Thursday, September 14, 2006

China's Pegging - Mercantilism Plus

China's Pegging: Be Careful What You Wish For
by Sybil Star

Certain countries peg their currency to the dollar, most notably in Asia and in the Middle East. The measure has short-term advantages for the peggor and/or the peggee. Some peggors peg to avoid reevaluation upward of their currency, as this allows them to sell their exports at an artificially maintained low dollar price, guaranteeing export sales growth for the near future. In this instance, the peggee is also a short-term winner, getting to continue buying those products at that low price, for the near future.

The problem is twofold. First, the dollars accumulate in the pegging nation's coffers, because to sell them back to the exchange marketplace would lower the dollar's exchange rate and put pressure on the peg. So pegging central banks either use them to buy American goods or American assets, like treasury bonds, stocks, securities or real estate, and they just store some of them in their reserve accounts to use as backing for their own monetary unit, just as banks used to do with gold in the good old days.

This is all fine and good for a while, and some peggors see this as a golden opportunity. But there is a limit to how many dollars they can dispose of and store in this way. At some point, something's gotta give, because they're gonna have either internal inflation themselves, or if they limit money creation, they'll end up with a huge foreign exchange account full of dollars and American assets whose exchange price may not always be the same if things were to reverse all of a sudden, as has happened with past peg scenarios.

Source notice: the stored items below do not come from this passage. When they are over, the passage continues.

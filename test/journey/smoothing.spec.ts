import { readdirSync, readFileSync } from 'node:fs';
import { join } from 'node:path';
import { expect, test } from 'playwright/test';
import { complaintsOf, expectAccessible, goTo } from './page-checks.ts';
import { rowsInPdf } from './printed-rows.ts';
import { Program } from './program.ts';

let program: Program;

test.beforeEach(async () => {
  program = await Program.inNewHome();
});

test.afterEach(async () => {
  await program.end();
});

interface FiledSet {
  readonly groups: readonly {
    readonly smoothing: { readonly method: string; readonly degree: number; readonly converged: boolean };
    readonly rows: readonly {
      readonly score: number;
      readonly printed: string;
      readonly smoothed: { readonly 'percentile-rank': number };
      readonly interval: { readonly low: number; readonly high: number };
    }[];
  }[];
}

test('smoothed ranks with their intervals, from the Curve station to print', async ({ page }) => {
  const complaints = complaintsOf(page);
  await page.goto(await program.start());
  await page.getByRole('button', { name: 'Open the sample cohort' }).click();

  await goTo(page, 'Curve');
  await page.locator('[data-choice="smoothing"]').click();
  await page.getByRole('radio', { name: /^smoothed by a log-linear model Keeps/ }).click();
  await expect(page.getByRole('columnheader', { name: 'BIC' })).toBeVisible();
  await page.locator('[data-choice="degree"]').click();
  await page.getByRole('radio', { name: /^chosen by AIC/ }).click();
  await expect(page.getByText(/Largest move of a rank/)).toBeVisible();
  await page.locator('[data-choice="reliability"]').click();
  await page.getByRole('textbox', { name: 'Reliability of the test' }).fill('0.9');
  await page.getByRole('button', { name: 'Use this' }).click();

  await page.getByRole('textbox', { name: 'samples' }).fill('100');
  await page.keyboard.press('Tab');
  await page.getByRole('button', { name: 'Draw', exact: true }).click();
  await expect(page.getByText('could be treated so')).toContainText(/100 of\s+100 samples/, { timeout: 30_000 });
  await expectAccessible(page);

  await page.getByRole('button', { name: 'Smooth Grade 4 in its own way' }).click();
  await page.locator('[data-choice="degree"]').click();
  await page.getByRole('radio', { name: /^3 Keeps/ }).click();
  await page.getByRole('button', { name: 'All groups' }).click();
  await expect(page.getByRole('button', { name: /^Grade 4 n = .* degree 3, \d+ ranks change$/ })).toBeVisible();
  await expectAccessible(page);

  await goTo(page, 'Table');
  await page.locator('[data-choice="columns"]').click();
  await page.getByRole('checkbox', { name: /^95 % interval/ }).click();
  await page.getByRole('checkbox', { name: /^measurement band/ }).click();
  await page.getByRole('button', { name: 'Done' }).click();
  await page.getByRole('button', { name: /^95 % interval .*, raw score 24$/ }).click();
  await expect(page.getByText(/^The 95 % Wilson interval of the observed share/)).toBeVisible();
  await expect(page.getByRole('heading', { name: 'What else could be printed?' })).toBeVisible();

  await goTo(page, 'Release');
  await page.getByRole('button', { name: 'Press a proof' }).click();
  await expect(page.getByText('Pressed.')).toBeVisible({ timeout: 60_000 });
  await expect(page.getByText(/Smoothed tables are not worked out a second time\./)).toBeVisible();
  const [folder = ''] = readdirSync(program.projects).map((name) => join(program.projects, name));
  const filed = JSON.parse(readFileSync(join(folder, 'norm-set.json'), 'utf8')) as FiledSet;
  expect(filed.groups.map(({ smoothing }) => [smoothing.method, smoothing.converged])).toEqual(
    Array(3).fill(['log-linear', true]),
  );
  expect(filed.groups[0]?.smoothing.degree).toBe(3);
  const titles = ['Grade 4', 'Grade 5', 'Grade 6'];
  const expected = filed.groups.flatMap(({ rows }, index) =>
    rows.map(({ score, printed }) => `${titles[index] ?? ''}|${String(score)}|${printed}`),
  );
  const inPdf = await rowsInPdf(new Uint8Array(readFileSync(join(folder, 'booklet.pdf'))));
  expect(inPdf.map(({ group, score, printed }) => `${group}|${score}|${printed}`).sort()).toEqual(expected.sort());
  expect(complaints).toEqual([]);
});

test('ranks made by another rule are recognised, and a group that cannot be smoothed is not pressed', async ({
  page,
}) => {
  await page.goto(await program.start());
  await page.getByRole('button', { name: 'New norm project' }).click();
  await page.getByRole('button', { name: 'Type or paste counts' }).click();
  await page
    .getByRole('textbox', { name: 'Counts, one score and its count a line' })
    .fill('0 2\n1 5\n2 11\n3 14\n4 9\n5 6\n6 3');
  await page.getByRole('button', { name: 'Take these counts' }).click();

  await goTo(page, 'Table');
  await page.getByRole('button', { name: 'Compare with somebody’s ranks' }).click();
  // 100 (below + at)/50, whole numbers.
  await page.getByRole('textbox', { name: 'Raw score and rank' }).fill('0 4\n1 14\n2 36\n3 64\n4 82\n5 94\n6 100');
  await page.getByRole('button', { name: 'Compare', exact: true }).click();
  await expect(page.getByText(/^All 7 ranks are reproduced by: scoring at the same score or below/)).toBeVisible();

  await goTo(page, 'Curve');
  await page.locator('[data-choice="smoothing"]').click();
  await page.getByRole('radio', { name: /^smoothed by a log-linear model Keeps/ }).click();
  await page.locator('[data-choice="degree"]').click();
  await page.getByRole('radio', { name: /^9 / }).click();
  await expect(page.getByRole('button', { name: /^Take what works nearest/ })).toBeVisible();
  await goTo(page, 'Release');
  await page.getByRole('button', { name: 'Press a proof' }).click();
  await expect(page.getByRole('alert')).toContainText('cannot be smoothed as chosen');
  await page.getByRole('button', { name: 'Close' }).click();
  await goTo(page, 'Curve');
  await page.getByRole('button', { name: /^Take what works nearest/ }).click();
  await expect(page.getByText(/Largest move of a rank/)).toBeVisible();
});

But there is another ramification of not selling the dollars in the exchange market and thereby not allowing the dollar to find its natural level. When the dollar sinks relative to its trading partners, American exports become less expensive, i.e. more competitive on the international marketplace. However, if the peggors prevent it from sinking or slow the sinking down, American manufacturing prices remain relatively high on the international market. This hurts American manufacturers and their employees, and puts pressure on salaries in general. The CPI remains low and the Fed loosens money, making more dollars for the Chinese to store (and devaluing the real value of the dollar in the process, albeit imperceptibly at first.) It also makes America's trade imbalance grow, which it has recently done to a record $68 billion in July.

The Chinese and a few others have been pegging their monetary unit to the dollar for some time now. In July of 2005, someone managed to persuade China to begin letting it slide, and they have allowed the yuan to rise a total of about 4% since then. It still has a long way to go to represent reality, so Congress is getting impatient.

As described in this article at Breitbart:

"The administration is pushing China to move more quickly to allow its currency to rise in value against the dollar as a way to narrow the yawning trade gap by making American exports cheaper in China and Chinese goods more expensive for U.S. consumers. Congressional critics of China's trade policies have warned that if China does not act, they plan to push for a Senate vote before the end of this month on legislation that would impose 27.5 percent penalty tariffs on all Chinese imports. That would drive up the price American consumers would have to pay for Chinese clothes, toys and consumer electronic products, but supporters of the legislation contend a strong U.S. response is needed to force China to stop manipulating its currency to gain unfair trade advantages."

But either way, we have a problem. If Congress puts the tariff in place, American CPI would shoot upward, with the increase in prices of imports from China. But if China were to let its yuan go and reevalue upwards, American CPI would also shoot upward with the increase in prices of imports from China.

Can't win for losin'. And Goodness knows what the Fed would do then. They'd be forced to tighten, but at the wrong time from a business cycle point of view. And yet something's gotta give here. And it will give, either through the door or through the window, as they say in France.